Range Forest Officer Manisha Jadhav has a descriptive way of putting her job. "The foot of the foresters are like fertilizers for the jungle. Our presence helps the tiger population to flourish, thus developing the entire ecosystem,” she explains. She goes on to emphasize the need to hire locals in the force, saying they "understand the jungle like the back of their hands." Due to increasing cases of wildlife encroaching into surrounding villages, the force is also trained to capture, tranquilize, and relocate the problem wildlife back to protected areas. Sometimes, managing an agitated crowd bent on killing a problem animal is as important a skill as undertaking anti-poaching measures in the park.

A rescued Langur at Nagpur’s wildlife rescue transit center.

Without groups like the STPF, these conflicts often result in severe injury or death for the animals. To treat the injured animals promptly, the Forest Department set up a transit rescue center in Nagpur city which facilitates the rehabilitation process of wild animals into the wild.
The first of its kind in India, the center was the brainchild of honorary wildlife warden, Mr. Kundan Hate, and rescues injured animals and birds and provides timely treatment to them.The center is equipped with x-ray machines, operation theatres, cages, and open spaces for treated animals. Mr. Hate explains, "The center has an advantage as animals will be released immediately as they are declared fit by the doctors. Often the release of animals, especially scheduled animals, gets delayed due to red tape protocols." He adds that if animals are kept in captivity for a long time post-treatment, they face issues adjusting to life back in the wild.
According to an STPF jawan, their strength is in numbers. "We patrol the forests in big groups,” she says. “We can take on a large group that is doing illegal activity inside forests and ensure the safety of wildlife animals from poachers."
For these guards, life at its worst means dodging a forest fire only to fall into the mouth of a tiger. And if a wild animal doesn't maul you first, there is always the threat of disease looming in the jungles.

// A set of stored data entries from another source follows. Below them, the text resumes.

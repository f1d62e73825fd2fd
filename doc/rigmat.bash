# rigmat.bash - bash completion for rigmat: commands, each command's
# options, and the values of --format, --method, --ctype and --model.  Installed as
# share/bash-completion/completions/rigmat; tests/man.sh checks the lists
# against `rigmat COMMAND --help`.

_rigmat_commands="check linearize discretize modes simulate gains firmware sweep trim parts report"

# The options of one command, as its --help lists them.
_rigmat_options()
{
    case "$1" in
    check) echo "--rate --set --format -o --output --catalog -h --help" ;;
    linearize) echo "--name --ctype --set --format -o --output --catalog -h --help" ;;
    discretize) echo "--rate --period --method --prewarp --delay --name --ctype --set --format -o --output --catalog -h --help" ;;
    modes) echo "--rate --validity --set --format -o --output --catalog -h --help" ;;
    simulate) echo "--model --offset --input --duration --step --rate --tolerance --partial --plot --validity --criterion --horizon --set --format -o --output --catalog -h --help" ;;
    gains) echo "--rate --period --weights --method --name --ctype --set --format -o --output --catalog -h --help" ;;
    firmware) echo "--rate --period -o --output --name --ctype --set --catalog -h --help" ;;
    report) echo "--rate --offset --step-size --duration --no-validity --set --format -o --output --catalog -h --help" ;;
    sweep) echo "--vary --rate --method --threads --name --ctype --set --format -o --output --catalog -h --help" ;;
    trim) echo "--set --format -o --output --catalog -h --help" ;;
    parts) echo "--format --catalog -h --help" ;;
    esac
}

# The --format values a command offers.
_rigmat_formats()
{
    case "$1" in
    linearize | discretize | gains) echo "text json csv c numpy mtx latex" ;;
    simulate) echo "csv json text" ;;
    report | firmware) echo "" ;;
    sweep) echo "json csv c numpy npy" ;;
    *) echo "text json" ;;
    esac
}

_rigmat()
{
    local cur prev cmd
    COMPREPLY=()
    cur=${COMP_WORDS[COMP_CWORD]}
    prev=${COMP_WORDS[COMP_CWORD - 1]}
    if [ "$COMP_CWORD" -eq 1 ]; then
        COMPREPLY=($(compgen -W "$_rigmat_commands --help --version" -- "$cur"))
        return 0
    fi
    cmd=${COMP_WORDS[1]}
    case "$prev" in
    --format)
        COMPREPLY=($(compgen -W "$(_rigmat_formats "$cmd")" -- "$cur"))
        return 0 ;;
    --method)
        COMPREPLY=($(compgen -W "zoh foh tustin euler backward-euler" -- "$cur"))
        return 0 ;;
    --ctype)
        COMPREPLY=($(compgen -W "double float" -- "$cur"))
        return 0 ;;
    --model)
        if [ "$cmd" = simulate ]; then
            COMPREPLY=($(compgen -W "nonlinear linear sampled" -- "$cur"))
        fi
        return 0 ;;
    --weights | --partial)
        COMPREPLY=($(compgen -f -- "$cur"))
        return 0 ;;
    --plot)
        COMPREPLY=($(compgen -f -X '!*.svg' -- "$cur") $(compgen -d -- "$cur"))
        return 0 ;;
    --catalog)
        COMPREPLY=($(compgen -d -- "$cur"))
        return 0 ;;
    -o | --output)
        if [ "$cmd" = firmware ]; then
            COMPREPLY=($(compgen -d -- "$cur"))
        else
            COMPREPLY=($(compgen -f -- "$cur"))
        fi
        return 0 ;;
    --rate | --period | --prewarp | --delay | --set | --name | --vary | --threads | --offset | \
        --input | --duration | --step | --tolerance | --criterion | --horizon | --step-size)
        return 0 ;;
    esac
    case "$cur" in
    -*)
        COMPREPLY=($(compgen -W "$(_rigmat_options "$cmd")" -- "$cur")) ;;
    *)
        if [ "$cmd" = parts ]; then
            return 0
        fi
        COMPREPLY=($(compgen -f -X '!*.y*ml' -- "$cur") $(compgen -d -- "$cur")) ;;
    esac
    return 0
}
complete -F _rigmat rigmat
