/* The system of m without a point: the equations, the maps between the
 * layout and the canonical order, scratch. */
static rigmat_status system_build(const rigmat_model *m, rigmat_system **out, rigmat_error *err)
{
    rigmat_system *s = calloc(1, sizeof *s);
    const rigmat_layout *L = &m->layout, *C;
    rigmat_status st;
    size_t k;

    *out = NULL;
    if (s == NULL)
        return RIGMAT_FAIL(err, RIGMAT_ENOMEM, "out of memory");
    s->m = m;
    st = rigmat_mech_alloc(m, &s->mech, err);
    if (st != RIGMAT_OK)
        goto fail;
    C = rigmat_mech_canonical(s->mech);
    if (L->nx + L->nu + L->ny == 0 && C->nx + C->nu + C->ny > 0) {
        st = RIGMAT_FAIL(err, RIGMAT_EUSAGE, "the model's layout is not built");
        rigmat_error_hint(err, "call rigmat_layout_build first");
        goto fail;
    }
    s->nx = L->nx;
    s->nu = L->nu;
    s->ny = L->ny;
    s->cnx = C->nx;
    s->cnu = C->nu;
    s->cny = C->ny;
    s->xmap = calloc(s->nx + 1, sizeof *s->xmap);
    s->umap = calloc(s->nu + 1, sizeof *s->umap);
    s->ymap = calloc(s->ny + 1, sizeof *s->ymap);
    s->xc = calloc(s->cnx + 1, sizeof *s->xc);
    s->uc = calloc(s->cnu + 1, sizeof *s->uc);
    s->fc = calloc(s->cnx + 1, sizeof *s->fc);
    s->yc = calloc(s->cny + 1, sizeof *s->yc);
    s->A = calloc(s->cnx * s->cnx + 1, sizeof *s->A);
    s->B = calloc(s->cnx * s->cnu + 1, sizeof *s->B);
    s->C = calloc(s->cny * s->cnx + 1, sizeof *s->C);
    s->D = calloc(s->cny * s->cnu + 1, sizeof *s->D);
    if (!s->xmap || !s->umap || !s->ymap || !s->xc || !s->uc || !s->fc || !s->yc || !s->A ||
            !s->B || !s->C || !s->D) {
        st = RIGMAT_FAIL(err, RIGMAT_ENOMEM, "out of memory");
        goto fail;
    }
    for (k = 0; k < s->nu; k++)
        s->umap[k] = find_sig(C->inputs, C->nu, L->inputs[k].kind, L->inputs[k].index);
    for (k = 0; k < s->nx; k++) {
        const rigmat_signal *sg = &L->states[k];
        if (sg->kind == RIGMAT_SIG_SHAPING)
            s->xmap[k] = sg->index < s->nu ?
                    find_sig(C->states, C->nx, RIGMAT_SIG_SHAPING, s->umap[sg->index]) :
                    RIGMAT_NONE;
        else
            s->xmap[k] = find_sig(C->states, C->nx, sg->kind, sg->index);
    }
    for (k = 0; k < s->ny; k++)
        s->ymap[k] = find_sig(C->outputs, C->ny, L->outputs[k].kind, L->outputs[k].index);
    for (k = 0; k < s->nx + s->nu + s->ny; k++) {
        const size_t v = k < s->nx ? s->xmap[k] :
                         k < s->nx + s->nu ? s->umap[k - s->nx] : s->ymap[k - s->nx - s->nu];
        if (RIGMAT_NEVER(v == RIGMAT_NONE)) {
            st = RIGMAT_FAIL(err, RIGMAT_EINTERNAL, "the layout does not match the model");
            goto fail;
        }
    }
    *out = s;
    return RIGMAT_OK;
fail:
    rigmat_system_free(s);
    return st;
}
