/* Route 2 (noise.h): Q = Re(V X V^H) and its a posteriori bound (HUGE_VAL
 * when the Lyapunov operator is singular or the decomposition fails). */
static rigmat_status eigen_route(const gsl_matrix *A, const gsl_matrix *W, double T,
                                 const rigmat_noise_opts *o, rigmat_noise_ws *w, gsl_matrix *Q,
                                 double *bound, rigmat_error *err)
{
    const size_t n = A->size1;
    const double u = DBL_EPSILON / 2.0, gam = (double)n * u;
    gsl_matrix *Ac = rigmat_matrix_alloc(n, n);
    gsl_vector_complex *lam = gsl_vector_complex_alloc(n);
    gsl_matrix_complex *V = gsl_matrix_complex_alloc(n, n), *Vi = gsl_matrix_complex_alloc(n, n);
    gsl_matrix_complex *X = gsl_matrix_complex_alloc(n, n), *Y = gsl_matrix_complex_alloc(n, n);
    gsl_matrix_complex *Z = gsl_matrix_complex_alloc(n, n);
    gsl_permutation *perm = gsl_permutation_alloc(n);
    gsl_eigen_nonsymmv_workspace *ew = gsl_eigen_nonsymmv_alloc(n);
    gsl_matrix_view Ad = lead(w->Ad, n, n), R = lead(w->T1, n, n), S = lead(w->Phi, n, n);
    rigmat_status rc = RIGMAT_OK;
    double mumin = HUGE_VAL, kap, dAd, res, rnd, qn, an, wn, adn;
    size_t i, j;
    int gs, sgn;

    *bound = HUGE_VAL;
    if (!rigmat_size_matrix_ok(n, n, 2 * sizeof(double)) || Ac == NULL || lam == NULL || V == NULL || Vi == NULL || X == NULL || Y == NULL ||
        Z == NULL || perm == NULL || ew == NULL) {
        rc = RIGMAT_FAIL(err, RIGMAT_ENOMEM, "out of memory");
        goto done;
    }
    gsl_matrix_memcpy(Ac, A);
    gs = gsl_eigen_nonsymmv(Ac, lam, V, ew);
    if (gs != GSL_SUCCESS)
        goto done; /* no decomposition: no bound */
    /* Vi = V^-1 (Y holds the LU factors) */
    gsl_matrix_complex_memcpy(Y, V);
    gs = gsl_linalg_complex_LU_decomp(Y, perm, &sgn);
    for (i = 0; i < n && gs == GSL_SUCCESS; i++)
        if (gsl_complex_abs(gsl_matrix_complex_get(Y, i, i)) == 0.0)
            goto done; /* defective: no bound */
    if (gs == GSL_SUCCESS)
        gs = gsl_linalg_complex_LU_invert(Y, perm, Vi);
    if (gs != GSL_SUCCESS)
        goto done;
    kap = znrm(V) * znrm(Vi);
    /* X = Vi W Vi^H, then X_ij *= T phi1(mu_ij T) */
    for (i = 0; i < n; i++)
        for (j = 0; j < n; j++)
            gsl_matrix_complex_set(Z, i, j, gsl_complex_rect(gsl_matrix_get(W, i, j), 0.0));
    gs = zprod3(CblasNoTrans, Vi, Z, CblasConjTrans, Vi, Y, X);
    if (gs != GSL_SUCCESS) {
        rc = gsl_fail(err, "matrix product", gs);
        goto done;
    }
    for (i = 0; i < n; i++)
        for (j = 0; j < n; j++) {
            const gsl_complex li = gsl_vector_complex_get(lam, i);
            const gsl_complex lj = gsl_vector_complex_get(lam, j);
            const double mr = GSL_REAL(li) + GSL_REAL(lj), mi = GSL_IMAG(li) - GSL_IMAG(lj);
            const gsl_complex f = gsl_complex_mul_real(phi1(mr * T, mi * T), T);
            mumin = fmin(mumin, hypot(mr, mi));
            gsl_matrix_complex_set(X, i, j, gsl_complex_mul(gsl_matrix_complex_get(X, i, j), f));
        }
    gs = zprod3(CblasNoTrans, V, X, CblasConjTrans, V, Y, Z);
    if (gs != GSL_SUCCESS) {
        rc = gsl_fail(err, "matrix product", gs);
        goto done;
    }
    for (i = 0; i < n; i++)
        for (j = 0; j < n; j++)
            gsl_matrix_set(Q, i, j, GSL_REAL(gsl_matrix_complex_get(Z, i, j)));
    symmetrize(Q);
    if (!(mumin > 0.0) || !isfinite(kap))
        goto done; /* a singular Lyapunov operator: no bound */
    /* Ad = e^{A T} by the exponential, and its disagreement with V e^{L T} V^-1 */
    {
        gsl_matrix_view M = lead(w->M, n, n);
        gsl_matrix_memcpy(&M.matrix, A);
        gsl_matrix_scale(&M.matrix, T);
        rc = rigmat_expm(&M.matrix, &Ad.matrix, o->expm_flags, w->expm, NULL, err);
        if (rc != RIGMAT_OK)
            goto done;
    }
    for (i = 0; i < n; i++) {
        const gsl_complex li = gsl_vector_complex_get(lam, i);
        const gsl_complex e = gsl_complex_exp(gsl_complex_mul_real(li, T));
        for (j = 0; j < n; j++)
            gsl_matrix_complex_set(X, i, j,
                                   i == j ? e : gsl_complex_rect(0.0, 0.0));
    }
    gs = zprod3(CblasNoTrans, V, X, CblasNoTrans, Vi, Y, Z);
    if (gs != GSL_SUCCESS) {
        rc = gsl_fail(err, "matrix product", gs);
        goto done;
    }
    for (i = 0; i < n; i++)
        for (j = 0; j < n; j++)
            gsl_matrix_set(&R.matrix, i, j,
                           gsl_matrix_get(&Ad.matrix, i, j) - GSL_REAL(gsl_matrix_complex_get(Z, i, j)));
    dAd = nrm(&R.matrix);
    /* R = A Q + Q A^T - Ad W Ad^T + W */
    gsl_matrix_memcpy(&R.matrix, W);
    gs = rigmat_dgemm(&w->expm->blas, CblasNoTrans, CblasNoTrans, 1.0, A, Q, 1.0, &R.matrix);
    if (gs == GSL_SUCCESS)
        gs = rigmat_dgemm(&w->expm->blas, CblasNoTrans, CblasTrans, 1.0, Q, A, 1.0, &R.matrix);
    if (gs == GSL_SUCCESS)
        gs = rigmat_dgemm(&w->expm->blas, CblasNoTrans, CblasNoTrans, 1.0, &Ad.matrix, W, 0.0,
                          &S.matrix);
    if (gs == GSL_SUCCESS)
        gs = rigmat_dgemm(&w->expm->blas, CblasNoTrans, CblasTrans, -1.0, &S.matrix, &Ad.matrix,
                          1.0, &R.matrix);
    if (gs != GSL_SUCCESS) {
        rc = gsl_fail(err, "matrix product", gs);
        goto done;
    }
    res = nrm(&R.matrix);
    qn = nrm(Q);
    an = nrm(A);
    wn = nrm(W);
    adn = nrm(&Ad.matrix);
    /* rounding of R itself (each product gamma, the sums u), and the
     * uncertainty of Ad, taken as its disagreement between the two ways */
    rnd = (gam + u) * (2.0 * an * qn + adn * adn * wn + wn) + 2.0 * adn * dAd * wn;
    if (qn > 0.0 && isfinite(res) && isfinite(rnd))
        *bound = kap * kap * (res + rnd) / mumin / qn;
done:
    if (Ac != NULL)
        gsl_matrix_free(Ac);
    if (lam != NULL)
        gsl_vector_complex_free(lam);
    {
        gsl_matrix_complex *const c[] = { V, Vi, X, Y, Z };
        for (i = 0; i < sizeof c / sizeof c[0]; i++)
            if (c[i] != NULL)
                gsl_matrix_complex_free(c[i]);
    }
    if (perm != NULL)
        gsl_permutation_free(perm);
    if (ew != NULL)
        gsl_eigen_nonsymmv_free(ew);
    return rc;
}
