static rigmat_status choose(struct report *R, rigmat_error *err)
{
    const rigmat_model *m = R->m;
    const rigmat_modes *md = R->md;
    const size_t nx = md->nx;
    double *sum = calloc(nx + 1, sizeof *sum);
    double grow = 0.0, slow = HUGE_VAL, dur, k;
    size_t i, j, unstable = 0, slowest = RIGMAT_NONE;

    if (sum == NULL)
        return RIGMAT_FAIL(err, RIGMAT_ENOMEM, "out of memory");
    for (i = 0; i < nx; i++) {
        const rigmat_mode *q = &md->modes[i];
        if (q->stability == RIGMAT_UNSTABLE) {
            unstable++;
            if (q->s_re > grow)
                grow = q->s_re;
        } else if (q->stability == RIGMAT_STABLE && -q->s_re < slow) {
            slow = -q->s_re;
            slowest = i;
        }
    }
    R->ncases = 0;
    if (R->o->noffsets > 0) {
        for (i = 0; i < R->o->noffsets; i++)
            R->cases[R->ncases++] = R->o->offsets[i];
        R->offsets_chosen = 0;
    } else {
        R->offsets_chosen = 1;
        for (i = 0; i < nx && R->ncases < RIGMAT_REPORT_MAX_CASES; i++) {
            size_t c;
            int dup = 0;
            if (!(unstable > 0 ? md->modes[i].stability == RIGMAT_UNSTABLE : i == slowest))
                continue;
            c = main_coord(m, &md->modes[i], nx, sum);
            if (c == RIGMAT_NONE)
                continue;
            for (j = 0; j < R->ncases; j++)
                dup |= R->cases[j].index == c;
            if (dup)
                continue;
            R->cases[R->ncases].is_input = 0;
            R->cases[R->ncases].index = c;
            R->cases[R->ncases++].size = default_offset(sig_x(m, c));
        }
    }
    for (j = 0; j < m->layout.nu_control && j < RIGMAT_REPORT_MAX_CASES; j++) {
        double size = STEP_SI;
        for (i = 0; i < R->o->nsteps; i++)
            if (R->o->steps[i].index == j)
                size = R->o->steps[i].size;
        R->cases[R->ncases].is_input = 1;
        R->cases[R->ncases].index = j;
        R->cases[R->ncases++].size = size;
    }
    free(sum);

    if (R->o->duration_s > 0.0) {
        dur = R->o->duration_s;
    } else {
        dur = grow > 0.0 ? 3.0 / grow : slowest != RIGMAT_NONE ? 5.0 / slow : 1.0;
        if (grow <= 0.0 && slowest != RIGMAT_NONE && md->modes[slowest].s_im != 0.0)
            dur = fmin(dur, 5.0 * 2.0 * M_PI / fabs(md->modes[slowest].s_im)); /* 5 periods */
        dur = rigmat_svg_nice_number(dur, 1);
        dur = dur < 0.05 ? 0.05 : dur > 20.0 ? 20.0 : dur;
    }
    k = ceil(dur / R->period_s / MAX_ROWS - 1e-9);
    R->step_s = (k < 1.0 ? 1.0 : k) * R->period_s;
    R->duration_s = R->step_s * ceil(dur / R->step_s - 1e-9);
    return RIGMAT_OK;
}

/* ------------------------------------------------------------- frequency response */

/* G = Cm (M)^-1 Bm + Dm at one point, where M = sI - A (continuous, s = jw)
 * or zI - Ad (sampled, z = e^{jwT}), into g (ny x nu, row-major). */
static rigmat_status freq_point(const gsl_matrix *A, const gsl_matrix *B, const gsl_matrix *C,
        const gsl_matrix *D, gsl_complex s, gsl_matrix_complex *M, gsl_permutation *p,
        gsl_vector_complex *b, gsl_vector_complex *x, gsl_complex *g)
{
    const size_t nx = A->size1, nu = B->size2, ny = C->size1;
    size_t i, j, k;
    int signum;

    for (i = 0; i < nx; i++)
        for (j = 0; j < nx; j++) {
            const double a = -gsl_matrix_get(A, i, j);
            gsl_matrix_complex_set(M, i, j,
                    i == j ? gsl_complex_add_real(s, a) : gsl_complex_rect(a, 0.0));
        }
    if (gsl_linalg_complex_LU_decomp(M, p, &signum) != GSL_SUCCESS)
        return RIGMAT_ENUMERIC;
    for (j = 0; j < nu; j++) {
        for (i = 0; i < nx; i++)
            gsl_vector_complex_set(b, i, gsl_complex_rect(gsl_matrix_get(B, i, j), 0.0));
        if (gsl_linalg_complex_LU_solve(M, p, b, x) != GSL_SUCCESS)
            return RIGMAT_ENUMERIC;
        for (i = 0; i < ny; i++) {
            gsl_complex acc = gsl_complex_rect(D != NULL ? gsl_matrix_get(D, i, j) : 0.0, 0.0);
            for (k = 0; k < nx; k++)
                acc = gsl_complex_add(acc,
                        gsl_complex_mul_real(gsl_vector_complex_get(x, k), gsl_matrix_get(C, i, k)));
            g[i * nu + j] = acc;
        }
    }
    return RIGMAT_OK;
}

rigmat_status rigmat_report_transfer(const gsl_matrix *A, const gsl_matrix *B,
        const gsl_matrix *C, const gsl_matrix *D, double s_re, double s_im, double *g_re,
        double *g_im, rigmat_error *err)
{
    const size_t nx = A->size1, nu = B->size2, ny = C->size1;
    gsl_matrix_complex *M;
    gsl_permutation *p;
    gsl_vector_complex *b, *x;
    gsl_complex *g;
    rigmat_status st = RIGMAT_OK;
    size_t k;

    if (A->size2 != nx || B->size1 != nx || C->size2 != nx
            || (D != NULL && (D->size1 != ny || D->size2 != nu)))
        return RIGMAT_FAIL(err, RIGMAT_EUSAGE, "transfer: mismatched matrix sizes");
    M = gsl_matrix_complex_alloc(nx, nx);
    p = gsl_permutation_alloc(nx);
    b = gsl_vector_complex_alloc(nx);
    x = gsl_vector_complex_alloc(nx);
    g = malloc(ny * nu * sizeof *g + 1);
    if (M == NULL || p == NULL || b == NULL || x == NULL || g == NULL) {
        st = RIGMAT_FAIL(err, RIGMAT_ENOMEM, "out of memory");
    } else if (freq_point(A, B, C, D, gsl_complex_rect(s_re, s_im), M, p, b, x, g) != RIGMAT_OK) {
        st = RIGMAT_FAIL(err, RIGMAT_ENUMERIC, "transfer: sI - A is singular at s = %g%+gj",
                s_re, s_im);
    } else {
        for (k = 0; k < ny * nu; k++) {
            g_re[k] = GSL_REAL(g[k]);
            g_im[k] = GSL_IMAG(g[k]);
        }
    }
    gsl_matrix_complex_free(M);
    gsl_permutation_free(p);
    gsl_vector_complex_free(b);
    gsl_vector_complex_free(x);
    free(g);
    return st;
}

/* Unwrap a phase in degrees in place: jumps over 180 degrees are wraps. */
static void unwrap(double *ph, size_t n)
{
    size_t i;
    double shift = 0.0;

    for (i = 1; i < n; i++) {
        double d;
        if (!isfinite(ph[i]) || !isfinite(ph[i - 1] - shift)) {
            continue;
        }
        d = ph[i] + shift - ph[i - 1];
        while (d > 180.0)
            shift -= 360.0, d -= 360.0;
        while (d < -180.0)
            shift += 360.0, d += 360.0;
        ph[i] += shift;
    }
}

A portrait of a beat guard during his daily patrol.

Forest guards in India are poorly paid, under-trained, and do extremely dangerous jobs in some of the most hostile environments. They are responsible for protecting large swathes of forest land, with each guard covering anywhere between 500 to 1,000 hectares. It’s a challenging task. "Even if he walks a month, he cannot cover such a beat," District Forest Officer Nanasaheb Ladkat says of the guards. Forest guards spend weeks, sometimes months away from their families in shelters that often lack basic amenities like power and drinking water.
In the face of menacing threats, the training and equipment given to the frontline staff seem woefully inadequate. Over the years, poaching has become a heavily militarized activity, and conservation techniques have evolved. But very little has been done to help forest guards keep pace with changing realities.